It is commonly assumed that the visual system is optimized to process naturalistic inputs for both low and high level processing. Here we search for an advantageous effect of natural scene statistics when estimating speed. Ocular following responses (OFRs) are reflexive eye movements known to reflect many properties of low-level motion processing. Using the scleral search coil technique, we recorded human OFRs to drifting sinusoidal gratings (1D) as well as narrow bandpass noise images (2D).

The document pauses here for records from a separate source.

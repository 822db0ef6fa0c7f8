import type { Circuit } from '../document/circuit-schema'
import { conditionKey } from '../document/condition'
import type { Probe, Reading } from '../document/reading-schema'
import { buildNetwork } from '../solver/build-network'
import type { Network } from '../solver/network'
import { Study } from '../solver/study'
import { hypothesesOf, type Hypothesis } from './hypothesis'
import { cellStates, type CellStates } from './cell-states'
import { judgeReading, type JudgedReading } from './judged-reading'
import { predictAll, type PredictionTable } from './prediction-table'
import { runToEnd, type Steps } from './steps'

/** A circuit with all its hypotheses, and what each foretells for the readings asked so far. */
export class FaultModel {
  readonly network: Network
  readonly hypotheses: readonly Hypothesis[]
  /** Cells numbered through: 0 is the good circuit, then those of each hypothesis from here. */
  readonly firstCell: Int32Array
  readonly cellCount: number
  private readonly tables = new Map<string, PredictionTable>()
  private readonly statesOf = new WeakMap<Study, CellStates>()
  private readonly judgedBy = new Map<string, JudgedReading>()
  private readonly studies = new Map<string, Study>()

  constructor(
    readonly circuit: Circuit,
    parts?: { network: Network; hypotheses: readonly Hypothesis[] },
  ) {
    this.network = parts?.network ?? buildNetwork(circuit)
    this.hypotheses = parts?.hypotheses ?? runToEnd(hypothesesOf(circuit, this.network))
    let next = 1
    this.firstCell = Int32Array.from(this.hypotheses, ({ cells }) => (next += cells.length) - cells.length)
    this.cellCount = next
  }

  /** The same circuit, suspecting one site only. */
  only(site: string): FaultModel {
    return new FaultModel(this.circuit, {
      network: this.network,
      hypotheses: this.hypotheses.filter((hypothesis) => hypothesis.site === site),
    })
  }

  table(reading: Reading | Probe): PredictionTable {
    const key = probeKey(this.circuit, reading)
    let found = this.tables.get(key)
    if (!found) {
      // Bounded memory: a trace has tens of readings, not thousands.
      if (this.tables.size > 300) this.tables.clear()
      const counts = this.hypotheses.map(({ cells }) => cells.length)
      this.tables.set(key, (found = predictAll(this.states(this.study(reading)), counts, reading)))
    }
    return found
  }

  /** One reading judged against every cell; kept, since a trace asks again with every further reading. */
  judged(reading: Reading): JudgedReading {
    const key = JSON.stringify({ ...reading, id: '' })
    let found = this.judgedBy.get(key)
    if (!found) {
      if (this.judgedBy.size > 300) this.judgedBy.clear()
      this.judgedBy.set(
        key,
        (found = judgeReading(this.network, this.hypotheses, this.table(reading), reading)),
      )
    }
    return found
  }

  private states(study: Study): CellStates {
    let found = this.statesOf.get(study)
    if (!found) this.statesOf.set(study, (found = cellStates(study, this.hypotheses)))
    return found
  }

  study(probe: Probe): Study {
    const key = conditionKey(this.circuit, probe.condition)
    let found = this.studies.get(key)
    if (!found) {
      if (this.studies.size > 300) this.studies.clear()
      this.studies.set(key, (found = studyFor(this.network, probe)))
    }
    return found
  }
}

/** A study for a probe's condition, with the leads it adds. */
function studyFor(network: Network, { condition }: Probe): Study {
  const { added } = condition
  return new Study(added.length === 0 ? network : buildNetwork(network.circuit, added), condition)
}

/** The same key for the same measurement in an equal condition. */
export function probeKey(circuit: Circuit, probe: Probe | Reading): string {
  const what = leadsOf(probe)
  return `${probe.kind} ${what} ${conditionKey(circuit, probe.condition)}`
}

function leadsOf(probe: Probe | Reading): string {
  switch (probe.kind) {
    case 'volts':
    case 'ohms':
      return `${probe.red}|${probe.black}`
    case 'amps':
      return probe.wire
    case 'works':
      return probe.node
    case 'sees':
      return probe.pin
  }
}

const byObject = new WeakMap<Circuit, FaultModel>()
const byContent = new Map<string, FaultModel>()
/** Circuits traced at one time by one worker or process, about. */
const keptModels = 8

/** Models begun for a question that was dropped: the next one about the same circuit goes on with them. */
const begun = new Map<string, Begun>()
const keptBegun = 2

interface Begun {
  network: Network
  hypotheses: Steps<Hypothesis[]>
}

/**
 * The model of a circuit, kept while it is in use: a trace asks again with every reading. Equal
 * documents share one, since each message to a worker and each line of input is a new object.
 */
export function faultModelOf(circuit: Circuit): FaultModel {
  return runToEnd(faultModelSteps(circuit))
}

/** The same in portions; what was done of it is not done again by whoever asks next. */
export function* faultModelSteps(circuit: Circuit): Steps<FaultModel> {
  let found = byObject.get(circuit)
  if (found) return found
  const content = JSON.stringify(circuit)
  found = byContent.get(content)
  if (!found) {
    const { network, hypotheses } = beginModel(circuit, content)
    found = new FaultModel(circuit, { network, hypotheses: yield* hypotheses })
    begun.delete(content)
  }
  byObject.set(circuit, found)
  keepNewest(byContent, content, found, keptModels)
  return found
}

function beginModel(circuit: Circuit, content: string): Begun {
  let found = begun.get(content)
  if (!found) {
    const network = buildNetwork(circuit)
    found = { network, hypotheses: hypothesesOf(circuit, network) }
  }
  keepNewest(begun, content, found, keptBegun)
  return found
}

/** Least recently used goes first: a Map keeps the order of insertion. */
function keepNewest<T>(map: Map<string, T>, key: string, value: T, most: number): void {
  map.delete(key)
  map.set(key, value)
  for (const oldest of map.keys()) {
    if (map.size <= most) break
    map.delete(oldest)
  }
}
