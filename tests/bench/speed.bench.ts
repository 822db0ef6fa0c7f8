import type { Circuit } from '@/diagrams/document/circuit-schema'
import { noAlteration } from '@/diagrams/solver/alteration'
import { buildNetwork } from '@/diagrams/solver/build-network'
import { voltsAt } from '@/diagrams/solver/case'
import { netlistOf } from '@/diagrams/solver/settled-netlist'
import { harnessOfSize } from '../support/harness-of-size'
import { ngspiceSweepSeconds, solveBySparseLu } from './support/against'
import { argument } from './support/arguments'
import { median, processorMs } from './support/figures'
import { report, type Row } from './support/report'
import { Sweep } from './support/sweep'

/**
 * Speed against general solvers, on harnesses of n unknowns: one reading under every fault of every branch
 * at 21 severities, and the same for ten readings at once. Here a sweep goes from an unfactored network to
 * the last figure; the others' time to read a netlist is not counted. Processor time, five rounds in turn
 * in the same process, medians.
 */
const rounds = argument('rounds', 5)
const spicePoints = 20_000

for (const [unknowns, luGoal, spiceGoal] of [
  [200, 500, 150],
  [500, 1500, 500],
] as const) {
  const circuit = circuitOfUnknowns(unknowns)
  const sweep = new Sweep(circuit)
  const { network, alterations, points, count } = sweep
  const solvedWith = (alteration: (typeof alterations)[number], ohms: number) => {
    const given = sweep.caseOf(alteration)
    const solved = sweep.solve(given, ohms)
    return { solved, netlist: netlistOf(given, solved) }
  }
  const some = alterations.filter((_, i) => i % Math.ceil(alterations.length / 20) === 0)
  agree(some.map((alteration) => solvedWith(alteration, 3)))

  const netlists = some.map((alteration) => solvedWith(alteration, 5).netlist)
  const whole = solvedWith(noAlteration, 0).netlist
  const swept = whole.elements.filter((e) => e.name.startsWith('wire:') && e.name.endsWith('/from'))
  const kept = points.map((point) => point + 1)
  for (let i = 0; i < 3; i++) {
    sweep.run(points)
    sweep.run(points.slice(0, 1))
    for (const netlist of netlists.slice(0, 3)) solveBySparseLu(netlist)
  }
  const [one, ten, lu, spice]: number[][] = [[], [], [], []]
  for (let round = 0; round < rounds; round++) {
    one!.push(usOf(() => sweep.run(points.slice(3, 4))) / count)
    ten!.push(usOf(() => sweep.run(points)) / count)
    lu!.push((1000 * processorMs(() => netlists.forEach(solveBySparseLu))) / netlists.length)
    const resistor = swept[(round * 37) % swept.length]!.name
    spice!.push((1e6 * ngspiceSweepSeconds(whole, resistor, [0.5, 1e5], spicePoints, kept)) / spicePoints)
  }
  const ratio = (theirs: number[], ours: number[]) => median(theirs.map((us, i) => us / ours[i]!))
  const row = (what: string, theirs: number[], goal: number): Row => ({
    what: `faster than ${what}`,
    goal: `≥ ${goal} times`,
    figure: `${ratio(theirs, one!).toFixed(0)} times`,
    met: ratio(theirs, one!) >= goal,
    how: `n = ${network.size}, median of ${rounds}; ${ratio(theirs, ten!).toFixed(0)} times for ten readings at once`,
  })
  const us = (list: number[]) => `${median(list).toPrecision(3)} µs`
  report(`Guarded update against general solvers, n = ${unknowns}`, [
    {
      what: 'one fault at one severity',
      goal: '',
      figure: `${us(one!)} here, ${us(ten!)} for ten readings; ${us(lu!)} sparse LU, ${us(spice!)} ngspice`,
      met: null,
      how: `${count} of them, ${circuit.title}`,
    },
    row('mathjs sparse LU, each fault anew', lu!, luGoal),
    row('ngspice sweeping a resistor by .dc', spice!, spiceGoal),
  ])

  /** A speed means nothing where the figures differ. */
  function agree(some: ReturnType<typeof solvedWith>[]) {
    let worst = 0
    for (const { solved, netlist } of some) {
      const volts = solveBySparseLu(netlist)
      for (const point of points)
        worst = Math.max(worst, Math.abs(voltsAt(solved, point) - volts[point + 1]!))
    }
    console.log(`sparse LU and the update differ by ${worst.toExponential(1)} V at most`)
    if (worst > 1e-3) throw new Error('the two solvers disagree')
  }
}

/** Microseconds of one call, the mean of several. */
function usOf(work: () => void): number {
  const calls = 5
  const ms = processorMs(() => {
    for (let i = 0; i < calls; i++) work()
  })
  return (1000 * ms) / calls
}

/** The harness whose equations come nearest to so many unknowns. */
function circuitOfUnknowns(unknowns: number): Circuit {
  let best: { circuit: Circuit; off: number } | undefined
  for (let nodes = Math.round(unknowns / 6); nodes < unknowns / 2; nodes += 4) {
    const circuit = harnessOfSize(11, nodes)
    const off = Math.abs(buildNetwork(circuit).size - unknowns)
    if (!best || off < best.off) best = { circuit, off }
  }
  return best!.circuit
}
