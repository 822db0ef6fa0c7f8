import type { Network } from '../solver/network'
import { Case } from '../solver/case'
import type { Study } from '../solver/study'
import type { FaultModel } from './fault-model'
import type { Cell, Hypothesis } from './hypothesis'

/**
 * What is told of a vehicle before anything is measured, a code or a complaint: ln of its probability without a
 * fault and under every cell. It moves odds and never clears a place. Cells in the order of the model's hypotheses.
 */
export interface ReportEvidence {
  good: number
  cells: Float64Array[]
}

export function nothingReported(model: FaultModel): ReportEvidence {
  return { good: 0, cells: model.hypotheses.map((h) => new Float64Array(h.cells.length)) }
}

/** Independent reports together; null where none says anything. */
export function allReports(reports: readonly (ReportEvidence | null)[]): ReportEvidence | null {
  const told = reports.filter((report) => report !== null)
  if (told.length < 2) return told[0] ?? null
  return {
    good: told.reduce((sum, report) => sum + report.good, 0),
    cells: told[0]!.cells.map((first, h) =>
      first.map((_, c) => told.reduce((sum, report) => sum + report.cells[h]![c]!, 0)),
    ),
  }
}

/** A severity that stands for a cell: the middle, on the scale its mode is spread over. */
export function middleSeverity({ low, high }: Cell, mode: Hypothesis['mode']): number {
  return mode === 'weak' || low === 0 ? (low + high) / 2 : Math.sqrt(low * high)
}

/**
 * What a look at the faulted vehicle shows, for every cell of a hypothesis. Where two severities show the same, so do
 * those between: the harsher a fault, the more it moves. That saves most of the solving.
 */
export function lookAtCells(
  network: Network,
  studies: readonly Study[],
  hypothesis: Hypothesis,
  look: (cases: readonly Case[], severity: number) => string,
): string[] {
  const alteration = hypothesis.alteration(network)
  const cases = studies.map((study) => new Case(study, alteration))
  const { cells, mode } = hypothesis
  const shown = new Array<string>(cells.length)
  const at = (c: number) => (shown[c] ??= look(cases, middleSeverity(cells[c]!, mode)))
  const fill = (from: number, to: number): void => {
    const [first, last] = [at(from), at(to)]
    if (to - from < 2) return
    if (first === last) shown.fill(first, from + 1, to)
    else {
      const middle = (from + to) >> 1
      fill(from, middle)
      fill(middle, to)
    }
  }
  if (cells.length > 0) fill(0, cells.length - 1)
  return shown
}
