import type { Reading } from '../document/reading-schema'
import { noAlteration } from '../solver/alteration'
import { FaultModel } from './fault-model'
import type { Hypothesis } from './hypothesis'
import { BoxCorner, type AskedReading } from './pair-corner'
import type { PairSolver, SolvedPair } from './pair-solver'
import type { Prediction } from './prediction'
import { tableOf, type CellPrediction, type PredictionTable } from './prediction-table'
import { weakRange } from './battery-range'
import { scalesThatFit } from './tolerance-rule'

export type Range = readonly [low: number, high: number]

/** A pair over a stretch of severities of either fault. */
export interface PairBox {
  pair: SolvedPair
  held: Range
  swept: Range
  /** The ends of the swept fault at the held one's low end, then at its high end; fewer where a stretch is one point. */
  corners: readonly BoxCorner[]
  /** ln of its odds before any reading. */
  logPrior: number
}

/** All severities of both. */
export function wholeBox(pair: SolvedPair, logPrior: number): PairBox {
  const held: Range = [pair.held.low, pair.held.high]
  const swept: Range = [pair.swept.low, pair.swept.high]
  const corners = ends(held).flatMap((h) => ends(swept).map((s) => new BoxCorner(pair, h, s)))
  return { pair, held, swept, corners, logPrior }
}

export const ends = ([low, high]: Range): number[] => (low === high ? [low] : [low, high])

/**
 * Boxes as a fault model, each one hypothesis of one cell, so that readings are weighed by the same rules as
 * for single faults. With everything else fixed a reading is monotone in the severity of either fault, hence
 * within a box it lies between the readings at the box's corners.
 */
export class BoxModel extends FaultModel {
  constructor(
    private readonly solver: PairSolver,
    private readonly boxes: readonly PairBox[],
    private readonly asked: readonly AskedReading[],
  ) {
    super(solver.model.circuit, { network: solver.model.network, hypotheses: boxes.map(hypothesisOf) })
  }

  override table(reading: Reading): PredictionTable {
    const asked = this.asked.find((one) => one.reading === reading)!
    return tableOf(
      this.solver.model.table(reading).good,
      this.boxes.map((box) => [predictBox(this.solver, box, asked)]),
    )
  }
}

function hypothesisOf({ pair, swept }: PairBox): Hypothesis {
  return {
    site: `${pair.held.site} and ${pair.swept.site}`,
    // Only a weak battery is told from the others by those who weigh readings, and it is always the swept one.
    mode: pair.swept.mode,
    other: null,
    wire: null,
    blows: [...pair.blown],
    part: 1,
    cells: [{ low: swept[0], high: swept[1], share: 1 }],
    alteration: () => noAlteration,
  }
}

/** False for a box that cannot give some one reading, whatever else: the readings most likely to refute it come first. */
export function mayGive(solver: PairSolver, box: PairBox, asked: readonly AskedReading[]): boolean {
  const weak = box.pair.swept.mode === 'weak'
  return asked.every(
    (one) => scalesThatFit(predictBox(solver, box, one), one.windows, weak ? weakRange : one.range).size > 0,
  )
}

/** A circuit that keeps switching itself foretells nothing, and explains nothing either. */
export function comesToRest(solver: PairSolver, box: PairBox, asked: readonly AskedReading[]): boolean {
  return asked.every((one) => box.corners.every((corner) => corner.settle(solver, one) !== null))
}

function predictBox(solver: PairSolver, { corners }: PairBox, asked: AskedReading): CellPrediction {
  const bounds = new Map<string, Prediction[]>()
  const settled = new Set<string>()
  for (const corner of corners) {
    const rests = corner.settle(solver, asked)
    if (!rests) return { bounds: null, ends: null }
    for (const [key, states] of rests.possible)
      if (!bounds.has(key))
        bounds.set(
          key,
          corners.map((each) => each.predict(solver, asked, key, states)!),
        )
    settled.add(rests.settledKey)
  }
  for (const predictions of bounds.values())
    if (predictions.some((prediction) => prediction === null)) return { bounds: null, ends: null }
  return { bounds, ends: [...settled].map((key) => furthest(bounds.get(key)!)) }
}

/** The two corners furthest apart. */
function furthest(predictions: readonly Prediction[]): [Prediction, Prediction] {
  let [least, most] = [predictions[0]!, predictions[0]!]
  for (const prediction of predictions) {
    if (plain(prediction) < plain(least)) least = prediction
    if (plain(prediction) > plain(most)) most = prediction
  }
  return [least, most]
}

/** What a prediction comes to at 12.6 V. */
export const plain = (prediction: Prediction) => prediction.battery + prediction.fixed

For sinusoidal gratings, it was previously shown that OFRs are best elicited with low spatial frequency stimuli ([[lt]]1cpd) moving at optimal speed (20–40°/s). We were able to confirm this for 2D noise stimuli as well. However, we found a systematic difference in the acceleration profiles: OFRs to 2D noise stimuli consistently showed longer latencies, yet stronger overall responses than the 1D gratings. When combining two or more spatial frequencies, we found a gain in response strength mostly in the higher spatial frequency range. Also, we found evidence that stimuli consisting of the normalized sum of several spatial frequencies can create stronger OFRs than the normalized sum of the OFRs to the individual frequencies. When combining spatial frequencies, the weighting (mix ratio) of the individual frequencies influences the response gain. The optimum weighting with multiple bandpass noises appeared to be similar to the spectral shape of natural scenes (1/f).

These results show a systematic difference between OFRs evoked by 1D gratings and 2D noises, and provide a first behavioral evidence that speed is best estimated by combining information across different channels, with weighting based on natural scene statistics.